How to find the features names of the coefficients using scikit linear regression?

amehta picture amehta · Jan 7, 2016 · Viewed 37.5k times · Source
#training the model
model_1_features = ['sqft_living', 'bathrooms', 'bedrooms', 'lat', 'long']
model_2_features = model_1_features + ['bed_bath_rooms']
model_3_features = model_2_features + ['bedrooms_squared', 'log_sqft_living', 'lat_plus_long']

model_1 = linear_model.LinearRegression()
model_1.fit(train_data[model_1_features], train_data['price'])

model_2 = linear_model.LinearRegression()
model_2.fit(train_data[model_2_features], train_data['price'])

model_3 = linear_model.LinearRegression()
model_3.fit(train_data[model_3_features], train_data['price'])

# extracting the coef
print model_1.coef_
print model_2.coef_
print model_3.coef_

If I change the order of the features, the coef are still printed in the same order, hence I would like to know the mapping of the feature with the coeff

Answer

Robin Spiess picture Robin Spiess · Jan 18, 2016

The trick is that right after you have trained your model, you know the order of the coefficients:

model_1 = linear_model.LinearRegression()
model_1.fit(train_data[model_1_features], train_data['price'])
print(list(zip(model_1.coef_, model_1_features)))

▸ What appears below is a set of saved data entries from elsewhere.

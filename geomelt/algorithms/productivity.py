"""Registered algorithm: melt production rate density per cell."""

from __future__ import annotations

from collections.abc import Mapping

import numpy as np

from geomelt.algorithms.base import Algorithm
from geomelt.layers import OutputLayer
from geomelt.parameters import ProductivityParameters
from geomelt.physics.productivity import (
    PRODUCTION_OUTPUTS,
    melt_production,
    spreading_production_density_m3_km2_yr,
)

__all__ = ["MELT_PRODUCTIVITY"]

_TITLES = {
    "ridge_melt_production_m3_km2_yr": "Melt production at spreading ridges",
    "rift_melt_production_m3_km2_yr": "Melt production at continental rifts",
    "arc_melt_production_m3_km2_yr": "Melt production beneath arcs",
    "plume_melt_production_m3_km2_yr": "Melt production of mantle plumes",
    "melt_production_m3_km2_yr": "Total melt production rate density",
}


def _outputs(params) -> tuple[OutputLayer, ...]:
    return tuple(
        OutputLayer(
            name,
            "m3 km-2 yr-1",
            _TITLES[name],
            "Volume of mantle melt produced per year per km2 of map (screening estimate)",
        )
        for name in PRODUCTION_OUTPUTS
    )


def _compute(arrays: Mapping, params: ProductivityParameters) -> dict:
    valid = np.isfinite(arrays["crustal_thickness_km"])
    fields = {k: arrays[k] for k in MELT_PRODUCTIVITY.inputs}
    out = melt_production(fields, params)
    # Beneath a spreading axis the mantle rises to the base of the crust, so the ridge
    # term uses that column's melt thickness (McKenzie & Bickle 1988), uniform across
    # the production zone; it then integrates back to thickness x rate.
    ridge = spreading_production_density_m3_km2_yr(
        arrays["axis_melt_thickness_km"],
        arrays["distance_to_ridge_km"],
        arrays["ridge_rate_mm_yr"],
        "ridge",
        params,
    )
    out["melt_production_m3_km2_yr"] = (
        out["melt_production_m3_km2_yr"] - out["ridge_melt_production_m3_km2_yr"] + ridge
    )
    out["ridge_melt_production_m3_km2_yr"] = ridge
    return {k: np.where(valid, v, np.nan).astype(np.float32) for k, v in out.items()}


MELT_PRODUCTIVITY = Algorithm(
    id="melt_productivity",
    version="1.0",
    title="Melt productivity",
    description=(
        "Melt production rate density (m3 of melt per km2 per year) from the same melting "
        "physics and the plate rates: ridges and rifts as column melt thickness times opening "
        "rate spread over the zone that produces it; arcs as wedge melt fraction times "
        "convergence rate times the wedge layer carried through the melting region; plumes as "
        "upwelling velocity times melt fraction. Missing rates take documented defaults per "
        "boundary type."
    ),
    inputs=(
        "crustal_thickness_km",
        "melt_thickness_km",
        "axis_melt_thickness_km",
        "melt_fraction_max",
        "wedge_melt_fraction",
        "distance_to_ridge_km",
        "ridge_rate_mm_yr",
        "distance_to_rift_km",
        "rift_rate_mm_yr",
        "subduction_rate_mm_yr",
        "potential_temperature_c",
    ),
    parameters=ProductivityParameters,
    outputs=_outputs,
    compute=_compute,
    references=(
        "McKenzie, D. & Bickle, M.J. (1988) J. Petrol. 29, 625-679",
        "Crisp, J.A. (1984) Rates of magma emplacement and volcanic output. JVGR 20, 177-211",
        "Reymer, A. & Schubert, G. (1984) Phanerozoic addition rates to the continental "
        "crust and crustal growth. Tectonics 3, 63-77",
        "White, S.M., Crisp, J.A. & Spera, F.J. (2006) Long-term volumetric eruption rates "
        "and magma budgets. G3 7, Q03010",
    ),
    keywords=("melt productivity", "magma supply", "spreading rate", "convergence rate"),
)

This will print the coefficients and the correct feature. (Tested with pandas DataFrame)

If you want to reuse the coefficients later you can also put them in a dictionary:

coef_dict = {}
for coef, feat in zip(model_1.coef_,model_1_features):
    coef_dict[feat] = coef

(You can test it for yourself by training two models with the same features but, as you said, shuffled order of features.)